(Exercise goal)
From the data below, set down exactly the lines between the one holding "HALF_FRAME, to: end" and the one holding "if (isComb(cell)) return combParts(cell)", inclusive, and no others.

[Stored data]
/** Where a tick box is: its frame and heavy corner as one small picture, its inside left out, since that is for the pen. */
import { TICK } from '../../layouts/layout.ts'
import type { FieldMap } from '../geometry/page-map.ts'
import type { FieldPart } from './field-lines.ts'
import type { PartFit } from './measure-part.ts'
import { type Picture, samplePatch } from './patch.ts'

const STEP_MM = 0.14
/** White around the frame that belongs to the template; the inside from here on does not. */
const AROUND_MM = 0.7
const INSIDE_MM = 0.75
/** Darker than this counts no more: a pen across the frame is one of many samples. */
const CLIP = 0.6
/** A first look takes every so many samples: no divisor of a row, so that they do not fall into columns. */
const COARSE = 4

interface Template {
  side: number
  /** Place of each sample that counts, and how dark print makes it. */
  index: Int32Array
  row: Int32Array
  column: Int32Array
  value: Float32Array
}

/** Darkness printed at a place from the box's upper left, mm (frame #8c8c8c, corner #4d4d4d). */
function printed(x: number, y: number): number {
  const size = TICK.size
  const on = (a: number) => Math.abs(a) < 0.16 || Math.abs(a - size) < 0.16
  const within = (a: number) => a > -0.16 && a < size + 0.16
  const corner = (a: number, b: number) => a > -0.3 && a < 1.4 && b > -0.3 && b < 0.3
  if (corner(x, y) || corner(y, x)) return CLIP
  return (on(x) && within(y)) || (on(y) && within(x)) ? 0.33 : 0
}

function makeTemplate(): Template {
  const side = Math.round((TICK.size + 2 * AROUND_MM) / STEP_MM)
  const index: number[] = []
  const value: number[] = []
  for (let row = 0; row < side; row++) {
    for (let column = 0; column < side; column++) {
      const x = (column + 0.5) * STEP_MM - AROUND_MM
      const y = (row + 0.5) * STEP_MM - AROUND_MM
      const inside = Math.min(x, y, TICK.size - x, TICK.size - y)
      const deepest = Math.max(x, y) > 2 ? INSIDE_MM : 1.1
      if (inside > deepest) continue
      index.push(row * side + column)
      value.push(printed(x, y))
    }
  }
  return {
    side,
    index: Int32Array.from(index),
    row: Int32Array.from(index, (i) => Math.floor(i / side)),
    column: Int32Array.from(index, (i) => i % side),
    value: Float32Array.from(value),
  }
}

const template = makeTemplate()

/** Likeness (-1 to 1) stands for support in both directions. */
export function measureTickPlace(picture: Picture, map: FieldMap, part: FieldPart, reach_mm: number): PartFit {
  const box = part.boxes[0]!
  const steps = Math.ceil(reach_mm / STEP_MM) + 1
  const margin = AROUND_MM + steps * STEP_MM
  const side = TICK.size + 2 * margin
  const patch = samplePatch(picture, map, { x: box.x - margin, y: box.y - margin, width: side, height: side }, STEP_MM)
  const at = (dx: number, dy: number, every = 1) => likenessAt(patch.darkness, patch.columns, dx + steps, dy + steps, every)
  let best = { value: -2, dx: 0, dy: 0 }
  const look = (dx: number, dy: number, every?: number) => {
    if (Math.max(Math.abs(dx), Math.abs(dy)) >= steps) return
    const value = at(dx, dy, every)
    if (value > best.value) best = { value, dx, dy }
  }
  // Every second place and some of the samples first: the corner is wide enough to be seen from beside.
  for (let dy = 2 - steps; dy < steps; dy += 2) for (let dx = 2 - steps; dx < steps; dx += 2) look(dx, dy, COARSE)
  const { dx: nearX, dy: nearY } = best
  best.value = -2
  for (let dy = -1; dy <= 1; dy++) for (let dx = -1; dx <= 1; dx++) look(nearX + dx, nearY + dy)
  const fine = (before: number, after: number) => {
    const bend = before - 2 * best.value + after
    return bend < -1e-9 ? Math.max(-0.5, Math.min(0.5, (0.5 * (before - after)) / bend)) : 0
  }
  const dx = (best.dx + fine(at(best.dx - 1, best.dy), at(best.dx + 1, best.dy))) * STEP_MM
  const dy = (best.dy + fine(at(best.dx, best.dy - 1), at(best.dx, best.dy + 1))) * STEP_MM
  return { dx, dy, supportX: best.value, supportY: best.value, ahead: 1, spread_mm: 0, stretch: 0, lean: 0, growth: 0 }
}

/**
 * How dark the print of a placed box comes out in the photo, beside what was printed: about 1 in a sharp picture, less in blur
 * and haze, near 0 where mirrored light, a dark corner or something on the page hides it.
 */
export function tickContrast(picture: Picture, map: FieldMap, box: { x: number; y: number }): number {
  const side = template.side * STEP_MM
  const area = { x: box.x - AROUND_MM, y: box.y - AROUND_MM, width: side, height: side }
  const { darkness } = samplePatch(picture, map, area, STEP_MM)
  const { value, index } = template
  const mean = value.reduce((sum, v) => sum + v, 0) / value.length
  let together = 0
  let alone = 0
  for (let i = 0; i < value.length; i++) {
    const read = darkness[index[i]!]!
    const off = value[i]! - mean
    together += off * (Number.isNaN(read) ? 0 : Math.min(read, CLIP))
    alone += off * off
  }
  return together / alone
}

function likenessAt(darkness: Float32Array, columns: number, left: number, top: number, every: number): number {
  const { value, row, column } = template
  const n = Math.ceil(value.length / every)
  let sp = 0
  let spp = 0
  let st = 0
  let stt = 0
  let stp = 0
  for (let i = 0; i < value.length; i += every) {
    const read = darkness[(row[i]! + top) * columns + column[i]! + left]!
    const p = Math.min(read, CLIP)
    const t = value[i]!
    sp += p
    spp += p * p
    st += t
    stt += t * t
    stp += t * p
  }
  const spread = (spp - (sp * sp) / n) * (stt - (st * st) / n)
  return spread > 1e-9 ? (stp - (sp * st) / n) / Math.sqrt(spread) : 0
}
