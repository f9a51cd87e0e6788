/**
 * Finding a row of printed lines in a measured profile. Each line votes with its own contrast against the white on both sides,
 * and no vote counts more than a printed frame's: a dark stroke of the pen is one loud voice among many.
 */

/** A printed line's extent across itself, mm. */
export interface Line {
  from: number
  to: number
}

export interface Profile {
  values: Float32Array
  /** Left end of the first sample, mm. */
  start_mm: number
  step_mm: number
  /** Contrast that a pale frame keeps in this picture: a vote's greatest weight. */
  full: number
}

/**
 * Contrast of a frame 0.22 mm wide and 0.3 dark, by how blurred the page's black edges are (20 to 80 % of the way, mm): the
 * line's share of a Gaussian of that width. A little less than all of it is a full vote.
 */
export function frameContrast(edge_mm: number | null): number {
  const sigma = Math.max(0.1, (edge_mm ?? 0.3) / 1.68)
  return Math.max(0.03, 0.9 * 0.3 * Math.tanh((0.22 * 0.4) / sigma))
}
/** A dark or bright accident next to a line may not cost more than this share of a vote. */
const AGAINST = 0.5
/** White is looked for this far beside a line, mm. */
const BESIDE_MM = 0.5

const at = ({ values, start_mm, step_mm }: Profile, mm: number): number => {
  const i = (mm - start_mm) / step_mm - 0.5
  const low = Math.floor(i)
  if (low < 0 || low + 1 >= values.length) return 0
  return values[low]! + (values[low + 1]! - values[low]!) * (i - low)
}

/** One line's vote for a shift: 1 for a printed frame, 0 for nothing, below 0 for a bright line between dark ones. */
export function voteOf(profile: Profile, line: Line, shift_mm: number): number {
  const middle = (line.from + line.to) / 2 + shift_mm
  const half = (line.to - line.from) / 2 + BESIDE_MM
  const contrast = at(profile, middle) - Math.max(0, Math.min(at(profile, middle - half), at(profile, middle + half)))
  const worse = at(profile, middle) - Math.max(at(profile, middle - half), at(profile, middle + half))
  return Math.min(1, Math.max(-AGAINST, (0.4 * contrast + 0.6 * worse) / profile.full))
}

/** The mean vote of all lines for one shift. */
export const support = (profile: Profile, lines: readonly Line[], shift_mm: number): number =>
  lines.reduce((sum, line) => sum + voteOf(profile, line, shift_mm), 0) / lines.length

export interface Match {
  /** Measured minus expected, mm. */
  shift_mm: number
  /** -0.5 to 1. */
  support: number
  /** How far the single lines are from the shift, mm (median). */
  spread_mm: number
}

/** Where one line is near a shift: the centre of what rises over its surroundings, or null. */
export function centreOf(profile: Profile, line: Line, shift_mm: number): number | null {
  const { values, start_mm, step_mm } = profile
  const from = line.from + shift_mm - BESIDE_MM
  const to = line.to + shift_mm + BESIDE_MM
  const first = Math.max(0, Math.round((from - start_mm) / step_mm))
  const last = Math.min(values.length, Math.round((to - start_mm) / step_mm))
  if (last - first < 4) return null
  let base = 1
  for (let i = first; i < last; i++) base = Math.min(base, values[i]!)
  let sum = 0
  let moment = 0
  for (let i = first; i < last; i++) {
    const rise = Math.max(0, values[i]! - base - 0.02)
    sum += rise
    moment += rise * (start_mm + (i + 0.5) * step_mm)
  }
  return sum < 0.05 ? null : moment / sum - (line.from + line.to) / 2
}

function median(sorted: readonly number[]): number {
  const n = sorted.length
  return n % 2 ? sorted[n >> 1]! : (sorted[n / 2 - 1]! + sorted[n / 2]!) / 2
}

/** Looks for the lines within `reach_mm` of `around_mm`; a shift far from it must earn its distance. */
export function matchLines(profile: Profile, lines: readonly Line[], reach_mm: number, around_mm = 0): Match {
  const step = profile.step_mm / 2
  let best = -1
  let coarse = around_mm
  const steps = Math.ceil(reach_mm / step)
  for (let k = -steps; k <= steps; k++) {
    const shift = around_mm + k * step
    const value = support(profile, lines, shift) - 0.02 * Math.abs(k * step)
    if (value > best) {
      best = value
      coarse = shift
    }
  }
  const voted = lines
    .map((line) => ({ centre: centreOf(profile, line, coarse), vote: voteOf(profile, line, coarse) }))
    .filter((l): l is { centre: number; vote: number } => l.centre !== null && l.vote > 0.25 && Math.abs(l.centre - coarse) < 0.4)
  const centres = voted.map((l) => l.centre).sort((a, b) => a - b)
  const supported = support(profile, lines, coarse)
  if (centres.length === 0) return { shift_mm: coarse, support: supported, spread_mm: Number.NaN }
  const shift_mm = median(centres)
  const spread_mm = median(centres.map((c) => Math.abs(c - shift_mm)).sort((a, b) => a - b))
  return { shift_mm, support: supported, spread_mm }
}
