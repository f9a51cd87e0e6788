/** What is printed of a field, as lines across and down, in layout millimetres: the same numbers that print it. */
import { type Box, boxesOf, layComb } from '../../layouts/geometry.ts'
import { BOX, isComb, type LayoutCell, TICK } from '../../layouts/layout.ts'
import { type Line, shareWhite } from './lines.ts'

/** A part of a field that is measured on its own: up to three boxes of a comb, or one tick box. */
export interface FieldPart {
  key: string
  /** Which part of the field, from the left. */
  part: number
  boxes: Box[]
  /** Vertical and horizontal lines. */
  upright: Line[]
  level: Line[]
  /** The whole field's upright lines: they tell where the field starts. */
  whole: Line[]
  /** The field's extent. */
  field: { x: number; y: number; width: number; height: number }
  /** The distance at which a comb looks like itself: one box. */
  pitch_mm: number | null
}

const HALF_FRAME = BOX.frame / 2
const thin = (at: number): Line => ({ from: at - HALF_FRAME, to: at + HALF_FRAME })

function combParts(cell: Extract<LayoutCell, { format: string }>): FieldPart[] {
  const { boxes, width } = layComb(cell)
  const { x, y } = cell
  const end = x + width
  const edges = boxes.flatMap((box) => [box.x, box.x + box.width]).filter((at) => at - x > 0.1 && end - at > 0.1)
  const between = edges.filter((at, i) => !edges.slice(0, i).some((other) => Math.abs(other - at) < 0.05))
  const opening = { from: x - BOX.bar, to: x + HALF_FRAME }
  const closing = { from: end - HALF_FRAME, to: end + BOX.bar }
  const whole = shareWhite([opening, ...between.map(thin), closing])
  const parts = Math.max(1, Math.round(boxes.length / 3))
  return Array.from({ length: parts }, (_, part) => {
    const own = boxes.slice(Math.round((part * boxes.length) / parts), Math.round(((part + 1) * boxes.length) / parts))
    const left = own[0]!.x - 0.2
    const right = own.at(-1)!.x + BOX.width + 0.2
    return {
      key: cell.key,
      part,
      boxes: own,
      upright: whole.filter((line) => line.to >= left && line.from <= right),
      level: [thin(y), thin(y + BOX.height)],
      whole,
      field: { x, y, width, height: BOX.height },
      pitch_mm: boxes.length > 1 ? BOX.width : null,
    }
  })
}

function tickPart(key: string, part: number, box: Box): FieldPart {
  const upright = [thin(box.x), thin(box.x + TICK.size)]
  const level = [thin(box.y), thin(box.y + TICK.size)]
  const field = { x: box.x, y: box.y, width: box.width, height: box.height }
  return { key, part, boxes: [box], upright, level, whole: upright, field, pitch_mm: null }
}

/** Lines of writing and signatures have no frame: they take their place from their neighbours. */
export function fieldParts(cell: LayoutCell): FieldPart[] {
  if (isComb(cell)) return combParts(cell)
  if (cell.kind === 'tick' || cell.kind === 'choice') return boxesOf(cell).map((box, i) => tickPart(cell.key, i, box))
  return []
}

(Written solution)
  const closing = { from: end - HALF_FRAME, to: end + BOX.bar }
  const whole = shareWhite([opening, ...between.map(thin), closing])
  const parts = Math.max(1, Math.round(boxes.length / 3))
  return Array.from({ length: parts }, (_, part) => {
    const own = boxes.slice(Math.round((part * boxes.length) / parts), Math.round(((part + 1) * boxes.length) / parts))
    const left = own[0]!.x - 0.2
    const right = own.at(-1)!.x + BOX.width + 0.2
    return {
      key: cell.key,
      part,
      boxes: own,
      upright: whole.filter((line) => line.to >= left && line.from <= right),
      level: [thin(y), thin(y + BOX.height)],
      whole,
      field: { x, y, width, height: BOX.height },
      pitch_mm: boxes.length > 1 ? BOX.width : null,
    }
  })
}

function tickPart(key: string, part: number, box: Box): FieldPart {
  const upright = [thin(box.x), thin(box.x + TICK.size)]
  const level = [thin(box.y), thin(box.y + TICK.size)]
  const field = { x: box.x, y: box.y, width: box.width, height: box.height }
  return { key, part, boxes: [box], upright, level, whole: upright, field, pitch_mm: null }
}

/** Lines of writing and signatures have no frame: they take their place from their neighbours. */
export function fieldParts(cell: LayoutCell): FieldPart[] {
  if (isComb(cell)) return combParts(cell)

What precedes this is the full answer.